##### Study material

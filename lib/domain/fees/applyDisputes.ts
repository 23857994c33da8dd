import { closeDispute, insertDispute, lockDispute } from '@/db/queries/disputes'
import { lockFee } from '@/db/queries/fees'
import { isMoved, moveMoney } from '@/db/queries/moneyLedger'
import { officePeople } from '@/db/queries/roleHolders'
import type { FeesRow, PaymentsRow } from '@/db/tables'
import { refuse } from '@/lib/errors'
import type { DisputeState } from '@/lib/services/payments/Payments'
import type { Context } from '../context'
import { writeLogbook } from '../logbook/writeLogbook'
import { disputeTold } from '../outbox/letters/disputeTold'
import { queueLetter } from '../outbox/queueLetter'
import { readContents } from '../proposals/readContents'
import { wonAfterAll } from './wonAfterAll'

/**
 * Brings the disputes about a payment to what the firm says of them: opened, the amount is set apart; won, it comes
 * back; lost, it is gone. An end that arrives before its beginning is applied as both.
 */
export async function applyDisputes(
  tx: Context,
  payment: PaymentsRow,
  states: readonly DisputeState[],
): Promise<string[]> {
  const effects: string[] = []
  if (states.length === 0) return effects
  const fee = await lockFee(tx.db, payment.fee_id)
  if (!fee) throw refuse.integrity('The fee of this dispute is missing.')
  for (const state of states) {
    const known = await lockDispute(tx.db, state.disputeId)
    const id = known?.id ?? (await open(tx, fee, payment, state))
    const before = known?.state ?? 'open'
    const isEnd = before === 'open' ? state.status !== 'open' : before === 'lost' && state.status === 'won'
    if (isEnd && known?.decision && known.decision !== 'accept') await wonAfterAll(tx, fee, known)
    else if (isEnd) await end(tx, fee, id, before, state)
    await chargeForIt(tx, fee, id, state)
    if (known && !isEnd) continue
    await tell(tx, fee, state, id)
    effects.push(`dispute ${state.status}`)
  }
  return effects
}

async function open(tx: Context, fee: FeesRow, payment: PaymentsRow, state: DisputeState): Promise<number> {
  const id = await insertDispute(tx.db, {
    paymentId: payment.id,
    providerDisputeId: state.disputeId,
    amountMinor: state.amountMinor,
    reason: state.reason,
  })
  await moveMoney(tx.db, {
    movement: `disputed:${id}`,
    feeId: fee.id,
    from: 'provider',
    to: 'disputed',
    amountMinor: state.amountMinor,
    currency: fee.currency,
  })
  return id
}

/** A bank may change its mind once after an appeal, so the money may come back from what was lost. */
async function end(
  tx: Context,
  fee: FeesRow,
  id: number,
  before: 'open' | 'won' | 'lost',
  state: DisputeState,
): Promise<void> {
  const status = state.status === 'won' ? 'won' : 'lost'
  await closeDispute(tx.db, id, status)
  const held = { open: 'disputed', won: 'provider', lost: 'lost' } as const
  await moveMoney(tx.db, {
    movement: `dispute-${status}:${id}`,
    feeId: fee.id,
    from: held[before],
    to: status === 'won' ? 'provider' : 'lost',
    amountMinor: state.amountMinor,
    currency: fee.currency,
  })
}

async function chargeForIt(tx: Context, fee: FeesRow, id: number, state: DisputeState): Promise<void> {
  const movement = `dispute-charge:${id}`
  if (!state.firmFeeMinor || (await isMoved(tx.db, movement))) return
  await moveMoney(tx.db, {
    movement,
    feeId: fee.id,
    from: 'provider',
    to: 'firm-fees',
    amountMinor: state.firmFeeMinor,
    currency: fee.currency,
  })
}

async function tell(tx: Context, fee: FeesRow, state: DisputeState, id: number): Promise<void> {
  const { reference } = await readContents(tx.db, fee.proposal_id)
  const facts = { reference, amountMinor: state.amountMinor, currency: fee.currency, status: state.status }
  for (const person of await officePeople(tx.db)) {
    const letter = disputeTold({ name: person.name, ...facts, origin: tx.request.origin })
    await queueLetter(tx, person, letter, `dispute-${state.status}:${id}`)
  }
  await writeLogbook(tx, {
    action: 'fee.dispute',
    subject: { kind: 'proposal', id: reference },
    actingAs: 'payment firm',
    after: { state: state.status, amountMinor: state.amountMinor, reason: state.reason },
  })
}
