'use client'

import type { SurveyFields as Read } from '@/lib/domain/tools/yardstick/surveyFields'
import type { YardstickState } from '@/lib/domain/tools/yardstick/state'
import { massChoices } from './massChoices'
import { PlainField } from './PlainField'
import { PlainSelect } from './PlainSelect'

export interface SurveyFieldsProps {
  state: YardstickState
  read: Read
  onChange: (next: Partial<YardstickState>) => void
}

/** How much sky is surveyed, how many objects there are, and how they cluster. */
export function SurveyFields({ state, read, onChange }: SurveyFieldsProps) {
  const { troubles } = read
  return (
    <div className="mt-7 flex flex-col gap-5">
      <PlainField
        label="Area"
        help="deg² or arcmin²"
        value={state.area}
        onChange={(area) => onChange({ area })}
        error={troubles.area}
      />
      <PlainField
        label="Number density"
        help="In a comoving volume; empty for the volume alone"
        value={state.density}
        onChange={(density) => onChange({ density })}
        error={troubles.density}
      />
      <PlainSelect
        label="Clustering of galaxies"
        help="By stellar mass in solar masses"
        options={massChoices}
        value={state.mass}
        onChange={(mass) => onChange({ mass })}
      />
    </div>
  )
}
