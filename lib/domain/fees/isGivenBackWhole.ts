import type { FeesRow, RefundsRow } from '@/db/tables'

/** Whether the whole fee has been given back, or is about to be; money that was never owed does not count. */
export function isGivenBackWhole(
  fee: Pick<FeesRow, 'amount_minor'>,
  refunds: readonly Pick<RefundsRow, 'state' | 'is_surplus' | 'amount_minor'>[],
): boolean {
  const given = refunds.filter((refund) => refund.state !== 'failed' && refund.is_surplus === 0)
  return given.reduce((sum, { amount_minor }) => sum + amount_minor, 0) >= fee.amount_minor
}
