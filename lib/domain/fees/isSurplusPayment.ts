import { movedFrom } from '@/db/queries/moneyLedger'
import type { Context } from '../context'

/** Whether a payment came when nothing was owed: the books hold it as money to be given back. */
export async function isSurplusPayment(tx: Context, paymentId: number): Promise<boolean> {
  return (await movedFrom(tx.db, `paid:${paymentId}`)) === 'owed-back'
}
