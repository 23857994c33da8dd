'use server'

import { defineAction } from '@/lib/actions/defineAction'
import { closeCall } from '@/lib/domain/calls/closeCall'
import { openCall } from '@/lib/domain/calls/openCall'
import { saveDates } from '@/lib/domain/calls/saveDates'
import { callStepSchema, saveDatesSchema } from '@/lib/domain/calls/schema'
import { paths } from '@/lib/paths'

export const openCallAction = defineAction({
  name: 'openCall',
  schema: callStepSchema,
  run: openCall,
  revalidate: (_, { slug }) => paths.officeCall(slug),
})

export const closeCallAction = defineAction({
  name: 'closeCall',
  schema: callStepSchema,
  run: closeCall,
  revalidate: (_, { slug }) => paths.officeCall(slug),
})

export const saveDatesAction = defineAction({
  name: 'saveCallDates',
  schema: saveDatesSchema,
  run: saveDates,
  revalidate: (_, { slug }) => paths.officeCall(slug),
})
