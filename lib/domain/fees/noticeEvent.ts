import { z } from 'zod'
import type { PaymentNoticeRow } from '@/db/queries/feeEvents'
import type { FeeEvent } from './feeEvents'

const refusedPayload = z.object({
  data: z.object({ object: z.object({ last_payment_error: z.object({ message: z.string() }) }) }),
})

/** Why the bank refused, as the firm wrote it; null where the notice does not say. */
function reasonIn(payload: string): string | null {
  try {
    const read = refusedPayload.safeParse(JSON.parse(payload))
    return read.success ? read.data.data.object.last_payment_error.message : null
  } catch {
    return null
  }
}

/** A notice of the firm as an event of a fee; null where another source tells of it better. */
export function noticeEvent(notice: PaymentNoticeRow): FeeEvent | null {
  const event = (words: string, tone: FeeEvent['tone'] = 'plain'): FeeEvent => ({
    at: notice.at,
    words,
    who: null,
    tone,
  })
  switch (notice.type) {
    case 'payment_intent.payment_failed': {
      const reason = reasonIn(notice.payload)
      return event(reason ? `Card refused by the bank: ${reason}` : 'Card refused by the bank', 'refused')
    }
    case 'payment_intent.requires_action':
      return event('The bank asked for a confirmation')
    case 'checkout.session.expired':
      return event('The firm’s page ran out unpaid', 'refused')
    case 'checkout.session.completed':
      return event('Notice from the firm, signature checked')
    default:
      return null
  }
}
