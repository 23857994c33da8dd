import { closeInvoice, invoicesOfFee } from '@/db/queries/invoices'
import { moveMoney } from '@/db/queries/moneyLedger'
import type { FeesRow } from '@/db/tables'
import { refuse } from '@/lib/errors'
import type { Context } from '../context'
import type { ProposalContents } from '../proposals/types'
import { issueCreditNote } from './issueCreditNote'

/**
 * Takes the open invoice of a fee back by a credit note: the fee is owed by the proposal again, and the caller, who
 * holds its lock, says what becomes of it.
 */
export async function takeBackInvoice(
  tx: Context,
  fee: FeesRow,
  contents: ProposalContents,
  reason: string,
): Promise<string> {
  const invoice = (await invoicesOfFee(tx.db, fee.id)).find(({ state }) => state === 'open')
  if (!invoice) throw refuse.integrity('This fee is called invoiced, but no open invoice is found.')
  const closed = await closeInvoice(tx.db, invoice, {
    state: 'cancelled',
    closedBy: tx.actor?.personId ?? null,
  })
  if (!closed) throw refuse.closed('The invoice has changed a moment ago. Load the page again.')
  await moveMoney(tx.db, {
    movement: `credited:${invoice.id}`,
    feeId: fee.id,
    from: 'invoiced',
    to: 'receivable',
    amountMinor: invoice.amount_minor,
    currency: invoice.currency,
  })
  return issueCreditNote(tx, {
    contents,
    fee,
    invoice,
    refundId: null,
    amountMinor: invoice.amount_minor,
    reason,
    payer: invoice.institute,
  })
}
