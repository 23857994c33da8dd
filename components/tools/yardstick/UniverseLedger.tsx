import { SeriesSwatch } from '@/components/charts/SeriesSwatch'
import { missingSentence } from '@/lib/domain/tools/yardstick/missingSentence'
import type { MeasuredUniverse } from '@/lib/domain/tools/yardstick/universes'
import { toneOf } from './toneOf'

export interface UniverseLedgerProps {
  universes: readonly MeasuredUniverse[]
  redshifts: readonly number[]
}

/** What kind of universe each cosmology is, in a sentence, and which of the redshifts it does not have. */
export function UniverseLedger({ universes, redshifts }: UniverseLedgerProps) {
  return (
    <ul className="plain-list rule-open" aria-label="What kind of universe each cosmology is">
      {universes.map((universe) => {
        const { place, name, cosmology, sentence } = universe
        const missing = cosmology ? missingSentence(redshifts, { ...universe, cosmology }) : null
        return (
          <li
            key={place}
            className="grid gap-x-8 gap-y-1 border-b border-rule py-3 md:grid-cols-[15.5rem_minmax(0,1fr)]"
          >
            <span className="flex items-baseline gap-3">
              <SeriesSwatch tone={toneOf(place)} />
              <strong
                className="font-semibold [overflow-wrap:anywhere]"
                style={{ color: `var(--${toneOf(place)})` }}
              >
                {name}
              </strong>
            </span>
            <span>
              {cosmology ? sentence : <span className="text-not-feasible">{sentence}</span>}
              {missing ? <span className="block text-table text-not-feasible">{missing}</span> : null}
            </span>
          </li>
        )
      })}
    </ul>
  )
}
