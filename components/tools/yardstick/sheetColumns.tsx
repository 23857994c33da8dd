import type { TableColumn } from '@/components/tables/tableColumn'
import { plainHead, shownValue } from '@/lib/domain/tools/yardstick/exports/sheetText'
import type { Sheet, SheetColumn, SheetRow } from '@/lib/domain/tools/yardstick/sheets/sheet'
import type { ReadyUniverse } from '@/lib/domain/tools/yardstick/universes'
import { HeadOf } from './HeadOf'
import { OpeningNumber } from './OpeningNumber'
import { toneOf } from './toneOf'

/** How many neighbouring cells say the same reason; 0 for all but the first of them. */
function spanOf(columns: readonly SheetColumn[], { cells }: SheetRow, at: number): number {
  const words = cells[at]?.absent?.words
  if (words === undefined) return 1
  const same = (other: number) =>
    columns[other]?.place === columns[at]?.place && cells[other]?.absent?.words === words
  if (same(at - 1)) return 0
  let span = 1
  while (same(at + span)) span += 1
  return span
}

/** Least width of a column: its widest value, so that scrolling a long table never moves it. */
function widthOf({ rows }: Sheet, column: SheetColumn, at: number): string | undefined {
  if (column.words) return undefined
  let [low, high] = [Infinity, -Infinity]
  for (const { cells } of rows) {
    const value = cells[at]?.value
    if (typeof value !== 'number') continue
    low = Math.min(low, value)
    high = Math.max(high, value)
  }
  const letters = [low, high].map((value) => shownValue({ value }, column)?.length ?? 0)
  return Number.isFinite(high) ? `${Math.max(...letters) + 2.5}ch` : undefined
}

function cellOf(column: SheetColumn, at: number, universes: readonly ReadyUniverse[]) {
  const universe = universes.find(({ place }) => place === column.place)
  const other = universes.find(({ place }) => place !== column.place)
  return function Cell({ cells }: SheetRow) {
    const cell = cells[at]
    if (!cell) return null
    if (cell.absent)
      return (
        <span
          title={cell.absent.sentence}
          style={column.place === null ? undefined : { color: `var(--${toneOf(column.place)})` }}
        >
          {cell.absent.words}
        </span>
      )
    const shown = cell.shown ?? shownValue(cell, column) ?? '–'
    const z = cells[0]?.value
    return universe && column.quantity && typeof cell.value === 'number' && typeof z === 'number' ? (
      <OpeningNumber
        shown={shown}
        value={cell.value}
        z={z}
        quantity={column.quantity}
        universe={universe}
        other={other}
      />
    ) : (
      shown
    )
  }
}

/** The columns of a sheet as the table wants them. */
export function sheetColumns(sheet: Sheet, universes: readonly ReadyUniverse[]): TableColumn<SheetRow>[] {
  return sheet.columns.map((column, at) => ({
    id: column.id,
    head: plainHead(column),
    shownHead: <HeadOf head={column.head} below={column.below} />,
    unit: column.unit,
    align: column.words ? 'left' : 'right',
    width: widthOf(sheet, column, at),
    value: ({ cells }) => cells[at]?.value,
    span: column.place === null ? undefined : (row) => spanOf(sheet.columns, row, at),
    cell: cellOf(column, at, universes),
  }))
}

##########

§ **Goal of the exercise**
Within the data above, determine the number of lines that contain the word "FeesRow"; write only that number.

§ **Solution below**
9